[INFORMATION PROVIDED]

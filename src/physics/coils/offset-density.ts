/**
 * How the offset between two points is distributed when each is uniform over an interval of its own: the trapezoid that turns
 * an average over two windings into an average over their offsets, with one dimension less.
 */

/** One piece on which densities are linear: `start` ≥ 0 and `width` in m, densities in 1/m at the two ends. Width 0: a unit mass. */
export interface OffsetPiece {
  readonly start: number;
  readonly width: number;
  readonly density: readonly [number, number];
}

/** A piece of the axial offset folded to z ≥ 0: p(z) + p(−z), and p(z) − p(−z), which weighs what is odd in z. */
export interface FoldedPiece extends OffsetPiece {
  readonly oddDensity: readonly [number, number];
}

/** A piece of the radial offset on one side of zero. */
export interface SignedPiece extends OffsetPiece {
  readonly sign: 1 | -1;
}

/**
 * Offset r₂ − r₁ of r₁ uniform in [inner₁, outer₁] and r₂ in [inner₂, outer₂] (m; equal ends: a fixed radius), cut at zero and at
 * the trapezoid's corners. Equal intervals give one side with twice the density: the other is its mirror image.
 */
export function radialOffsets(inner1: number, outer1: number, inner2: number, outer2: number): SignedPiece[] {
  const build1 = outer1 - inner1;
  const build2 = outer2 - inner2;
  const least = Math.min(build1, build2);
  const most = Math.max(build1, build2);
  if (most === 0) {
    const offset = inner2 - inner1;
    return [{ start: Math.abs(offset), width: 0, density: [1, 1], sign: offset < 0 ? -1 : 1 }];
  }
  const height = 1 / most;
  if (inner1 === inner2 && outer1 === outer2) {
    return [{ start: 0, width: most, density: [2 * height, 0], sign: 1 }];
  }
  // Widths from the builds, not from differences of far corners, which would lose a thin winding's digits.
  const flatFrom = Math.min(inner2 - inner1, outer2 - outer1);
  const flatTo = Math.max(inner2 - inner1, outer2 - outer1);
  return [
    ...cutAtZero(inner2 - outer1, flatFrom, least, 0, height),
    ...cutAtZero(flatFrom, flatTo, most - least, height, height),
    ...cutAtZero(flatTo, outer2 - inner1, least, height, 0),
  ];
}

function cutAtZero(from: number, to: number, width: number, atFrom: number, atTo: number): SignedPiece[] {
  if (width === 0) return [];
  if (from >= 0) return [{ start: from, width, density: [atFrom, atTo], sign: 1 }];
  if (to <= 0) return [{ start: -to, width, density: [atTo, atFrom], sign: -1 }];
  const atZero = atFrom + (atTo - atFrom) * (-from / width);
  return [
    { start: 0, width: -from, density: [atZero, atFrom], sign: -1 },
    { start: 0, width: to, density: [atZero, atTo], sign: 1 },
  ];
}

/**
 * Axial offset of two points uniform over lengths `length1` and `length2` (m, zero allowed) whose centres are `distance` ≥ 0 apart,
 * folded to z ≥ 0.
 */
export function axialOffsets(length1: number, length2: number, distance: number): FoldedPiece[] {
  const most = Math.max(length1, length2);
  const least = Math.min(length1, length2);
  if (most === 0) return [{ start: distance, width: 0, density: [1, 1], oddDensity: [1, 1] }];
  return least === 0 ? foldedBox(most, distance) : foldedTrapezoid(most, least, distance);
}

function foldedBox(length: number, distance: number): FoldedPiece[] {
  const half = length / 2;
  const height = 1 / length;
  if (distance >= half) {
    return [{ start: distance - half, width: length, density: [height, height], oddDensity: [height, height] }];
  }
  const pieces: FoldedPiece[] = [
    { start: 0, width: half - distance, density: [2 * height, 2 * height], oddDensity: [0, 0] },
  ];
  if (distance > 0) {
    const width = 2 * distance;
    pieces.push({ start: half - distance, width, density: [height, height], oddDensity: [height, height] });
  }
  return pieces;
}

/**
 * The corners of the trapezoid lie at `distance` ± (most ± least)/2. Each is kept as a rounded sum and what rounding left over, so
 * that the width between two of them is right however close they are, and the densities are summed from those widths.
 */
function foldedTrapezoid(most: number, least: number, distance: number): FoldedPiece[] {
  const outer = exactSum(most / 2, least / 2);
  const inner = exactSum(most / 2, -least / 2);
  const corners = [outer, inner, negative(inner), negative(outer)]
    .map(([high, low]) => {
      const [sum, rest] = exactSum(distance, high);
      return sum < 0 ? negative([sum, rest + low]) : ([sum, rest + low] as const);
    })
    .sort((first, second) => first[0] - second[0] || first[1] - second[1]);
  const straddles = distance < outer[0];
  const marks = straddles ? [[0, 0] as const, ...corners] : corners;
  const widths = marks.slice(1).map((mark, i) => Math.max(0, mark[0] - marks[i]![0] + (mark[1] - marks[i]![1])));
  // Slope of p at offset z, in units of 1/(most·least): +1 on the rising side, −1 on the falling one.
  const slope = (z: number): number => {
    const t = z - distance;
    return Math.abs(t) >= outer[0] || Math.abs(t) <= inner[0] ? 0 : -Math.sign(t);
  };
  const even = new Float64Array(marks.length);
  const odd = new Float64Array(marks.length);
  for (let i = 0; i < widths.length; i++) {
    const middle = marks[i]![0] + widths[i]! / 2;
    odd[i + 1] = odd[i]! + ((slope(middle) + slope(-middle)) * widths[i]!) / most / least;
  }
  for (let i = widths.length - 1; i >= 0; i--) {
    const middle = marks[i]![0] + widths[i]! / 2;
    even[i] = even[i + 1]! - ((slope(middle) - slope(-middle)) * widths[i]!) / most / least;
  }
  return widths.flatMap((width, i) =>
    width > 0
      ? [{ start: marks[i]![0], width, density: [even[i]!, even[i + 1]!], oddDensity: [odd[i]!, odd[i + 1]!] }]
      : [],
  );
}

type Sum = readonly [rounded: number, rest: number];

/** a + b as its rounded value and the exact rest (D. E. Knuth's two-sum). */
function exactSum(a: number, b: number): Sum {
  const sum = a + b;
  const part = sum - a;
  return [sum, a - (sum - part) + (b - part)];
}

function negative([rounded, rest]: Sum): Sum {
  return [-rounded, -rest];
}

[/INFORMATION PROVIDED]

● **INSTRUCTIONS FOR THE TASK**
Please restate each record exactly as it reads.

● **ANSWER FOR THE TASK**
filename src/physics/coils/offset-density.ts
/**
 * How the offset between two points is distributed when each is uniform over an interval of its own: the trapezoid that turns
 * an average over two windings into an average over their offsets, with one dimension less.
 */

/** One piece on which densities are linear: `start` ≥ 0 and `width` in m, densities in 1/m at the two ends. Width 0: a unit mass. */
export interface OffsetPiece {
  readonly start: number;
  readonly width: number;
  readonly density: readonly [number, number];
}

/** A piece of the axial offset folded to z ≥ 0: p(z) + p(−z), and p(z) − p(−z), which weighs what is odd in z. */
export interface FoldedPiece extends OffsetPiece {
  readonly oddDensity: readonly [number, number];
}

/** A piece of the radial offset on one side of zero. */
export interface SignedPiece extends OffsetPiece {
  readonly sign: 1 | -1;
}

/**
 * Offset r₂ − r₁ of r₁ uniform in [inner₁, outer₁] and r₂ in [inner₂, outer₂] (m; equal ends: a fixed radius), cut at zero and at
 * the trapezoid's corners. Equal intervals give one side with twice the density: the other is its mirror image.
 */
export function radialOffsets(inner1: number, outer1: number, inner2: number, outer2: number): SignedPiece[] {
  const build1 = outer1 - inner1;
  const build2 = outer2 - inner2;
  const least = Math.min(build1, build2);
  const most = Math.max(build1, build2);
  if (most === 0) {
    const offset = inner2 - inner1;
    return [{ start: Math.abs(offset), width: 0, density: [1, 1], sign: offset < 0 ? -1 : 1 }];
  }
  const height = 1 / most;
  if (inner1 === inner2 && outer1 === outer2) {
    return [{ start: 0, width: most, density: [2 * height, 0], sign: 1 }];
  }
  // Widths from the builds, not from differences of far corners, which would lose a thin winding's digits.
  const flatFrom = Math.min(inner2 - inner1, outer2 - outer1);
  const flatTo = Math.max(inner2 - inner1, outer2 - outer1);
  return [
    ...cutAtZero(inner2 - outer1, flatFrom, least, 0, height),
    ...cutAtZero(flatFrom, flatTo, most - least, height, height),
    ...cutAtZero(flatTo, outer2 - inner1, least, height, 0),
  ];
}

function cutAtZero(from: number, to: number, width: number, atFrom: number, atTo: number): SignedPiece[] {
  if (width === 0) return [];
  if (from >= 0) return [{ start: from, width, density: [atFrom, atTo], sign: 1 }];
  if (to <= 0) return [{ start: -to, width, density: [atTo, atFrom], sign: -1 }];
  const atZero = atFrom + (atTo - atFrom) * (-from / width);
  return [
    { start: 0, width: -from, density: [atZero, atFrom], sign: -1 },
    { start: 0, width: to, density: [atZero, atTo], sign: 1 },
  ];
}

/**
 * Axial offset of two points uniform over lengths `length1` and `length2` (m, zero allowed) whose centres are `distance` ≥ 0 apart,
 * folded to z ≥ 0.
 */
export function axialOffsets(length1: number, length2: number, distance: number): FoldedPiece[] {
  const most = Math.max(length1, length2);
  const least = Math.min(length1, length2);
  if (most === 0) return [{ start: distance, width: 0, density: [1, 1], oddDensity: [1, 1] }];
  return least === 0 ? foldedBox(most, distance) : foldedTrapezoid(most, least, distance);
}

function foldedBox(length: number, distance: number): FoldedPiece[] {
  const half = length / 2;
  const height = 1 / length;
  if (distance >= half) {
    return [{ start: distance - half, width: length, density: [height, height], oddDensity: [height, height] }];
  }
  const pieces: FoldedPiece[] = [
    { start: 0, width: half - distance, density: [2 * height, 2 * height], oddDensity: [0, 0] },
  ];
  if (distance > 0) {
    const width = 2 * distance;
    pieces.push({ start: half - distance, width, density: [height, height], oddDensity: [height, height] });
  }
  return pieces;
}

/**
 * The corners of the trapezoid lie at `distance` ± (most ± least)/2. Each is kept as a rounded sum and what rounding left over, so
 * that the width between two of them is right however close they are, and the densities are summed from those widths.
 */
function foldedTrapezoid(most: number, least: number, distance: number): FoldedPiece[] {
  const outer = exactSum(most / 2, least / 2);
  const inner = exactSum(most / 2, -least / 2);
  const corners = [outer, inner, negative(inner), negative(outer)]
    .map(([high, low]) => {
      const [sum, rest] = exactSum(distance, high);
      return sum < 0 ? negative([sum, rest + low]) : ([sum, rest + low] as const);
    })
    .sort((first, second) => first[0] - second[0] || first[1] - second[1]);
  const straddles = distance < outer[0];
  const marks = straddles ? [[0, 0] as const, ...corners] : corners;
  const widths = marks.slice(1).map((mark, i) => Math.max(0, mark[0] - marks[i]![0] + (mark[1] - marks[i]![1])));
  // Slope of p at offset z, in units of 1/(most·least): +1 on the rising side, −1 on the falling one.
  const slope = (z: number): number => {
    const t = z - distance;
    return Math.abs(t) >= outer[0] || Math.abs(t) <= inner[0] ? 0 : -Math.sign(t);
  };
  const even = new Float64Array(marks.length);
  const odd = new Float64Array(marks.length);
  for (let i = 0; i < widths.length; i++) {
    const middle = marks[i]![0] + widths[i]! / 2;
    odd[i + 1] = odd[i]! + ((slope(middle) + slope(-middle)) * widths[i]!) / most / least;
  }
  for (let i = widths.length - 1; i >= 0; i--) {
    const middle = marks[i]![0] + widths[i]! / 2;
    even[i] = even[i + 1]! - ((slope(middle) - slope(-middle)) * widths[i]!) / most / least;
  }
  return widths.flatMap((width, i) =>
    width > 0
      ? [{ start: marks[i]![0], width, density: [even[i]!, even[i + 1]!], oddDensity: [odd[i]!, odd[i + 1]!] }]
      : [],
  );
}

type Sum = readonly [rounded: number, rest: number];

/** a + b as its rounded value and the exact rest (D. E. Knuth's two-sum). */
function exactSum(a: number, b: number): Sum {
  const sum = a + b;
  const part = sum - a;
  return [sum, a - (sum - part) + (b - part)];
}

function negative([rounded, rest]: Sum): Sum {
  return [-rounded, -rest];
}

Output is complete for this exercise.